BRIEF
Only lines containing the string "regular" belong in the answer; copy all of them from the entries.

[Collection entries]
-------------------------
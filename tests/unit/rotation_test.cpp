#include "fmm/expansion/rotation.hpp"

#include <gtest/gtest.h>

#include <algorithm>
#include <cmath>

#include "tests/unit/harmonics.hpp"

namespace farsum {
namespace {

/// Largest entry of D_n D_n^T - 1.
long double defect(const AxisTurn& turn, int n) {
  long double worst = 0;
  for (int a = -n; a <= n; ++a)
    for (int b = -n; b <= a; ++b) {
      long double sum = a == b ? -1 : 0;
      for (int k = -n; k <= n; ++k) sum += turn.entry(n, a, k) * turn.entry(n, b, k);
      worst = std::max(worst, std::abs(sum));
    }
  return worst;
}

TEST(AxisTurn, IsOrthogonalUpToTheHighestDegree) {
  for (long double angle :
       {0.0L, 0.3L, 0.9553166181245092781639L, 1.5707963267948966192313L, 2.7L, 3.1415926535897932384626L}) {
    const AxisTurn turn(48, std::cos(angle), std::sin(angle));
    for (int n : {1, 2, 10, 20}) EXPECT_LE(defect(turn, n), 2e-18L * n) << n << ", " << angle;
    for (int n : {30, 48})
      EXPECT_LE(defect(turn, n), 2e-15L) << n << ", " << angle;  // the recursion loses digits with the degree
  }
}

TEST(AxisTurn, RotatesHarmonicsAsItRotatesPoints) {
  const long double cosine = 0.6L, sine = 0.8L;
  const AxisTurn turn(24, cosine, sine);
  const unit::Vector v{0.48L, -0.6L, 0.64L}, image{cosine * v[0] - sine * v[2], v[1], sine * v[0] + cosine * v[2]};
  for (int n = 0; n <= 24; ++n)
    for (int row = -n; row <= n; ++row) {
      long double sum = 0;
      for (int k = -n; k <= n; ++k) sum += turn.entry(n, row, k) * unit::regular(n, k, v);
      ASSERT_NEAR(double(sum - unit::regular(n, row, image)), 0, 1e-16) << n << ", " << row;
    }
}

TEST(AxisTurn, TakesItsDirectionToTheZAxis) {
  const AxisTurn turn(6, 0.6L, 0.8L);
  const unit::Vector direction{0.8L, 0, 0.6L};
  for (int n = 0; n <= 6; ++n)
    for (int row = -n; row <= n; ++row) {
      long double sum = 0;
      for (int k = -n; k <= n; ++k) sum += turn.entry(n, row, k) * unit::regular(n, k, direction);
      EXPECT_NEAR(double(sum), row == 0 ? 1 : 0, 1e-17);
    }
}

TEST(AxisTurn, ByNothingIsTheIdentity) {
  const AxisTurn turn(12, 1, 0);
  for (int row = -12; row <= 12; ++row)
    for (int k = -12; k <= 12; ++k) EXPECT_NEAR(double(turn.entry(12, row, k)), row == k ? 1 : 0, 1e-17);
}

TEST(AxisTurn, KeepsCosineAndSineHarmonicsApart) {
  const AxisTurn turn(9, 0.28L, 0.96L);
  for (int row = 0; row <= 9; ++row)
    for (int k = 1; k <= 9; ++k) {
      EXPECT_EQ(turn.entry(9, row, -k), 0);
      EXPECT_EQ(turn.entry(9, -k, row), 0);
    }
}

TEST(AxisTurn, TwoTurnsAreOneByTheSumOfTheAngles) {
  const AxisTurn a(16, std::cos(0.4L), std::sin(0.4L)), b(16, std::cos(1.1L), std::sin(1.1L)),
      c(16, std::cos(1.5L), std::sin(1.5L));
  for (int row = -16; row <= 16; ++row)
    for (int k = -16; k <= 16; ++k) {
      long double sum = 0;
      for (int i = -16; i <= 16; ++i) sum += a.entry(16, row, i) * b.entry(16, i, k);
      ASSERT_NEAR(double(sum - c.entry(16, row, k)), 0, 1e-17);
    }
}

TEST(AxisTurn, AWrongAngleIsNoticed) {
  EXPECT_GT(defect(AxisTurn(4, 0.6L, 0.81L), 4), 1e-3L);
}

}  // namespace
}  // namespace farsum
-------------------------
WRITTEN SOLUTION
      for (int k = -n; k <= n; ++k) sum += turn.entry(n, row, k) * unit::regular(n, k, v);
      ASSERT_NEAR(double(sum - unit::regular(n, row, image)), 0, 1e-16) << n << ", " << row;
      for (int k = -n; k <= n; ++k) sum += turn.entry(n, row, k) * unit::regular(n, k, direction);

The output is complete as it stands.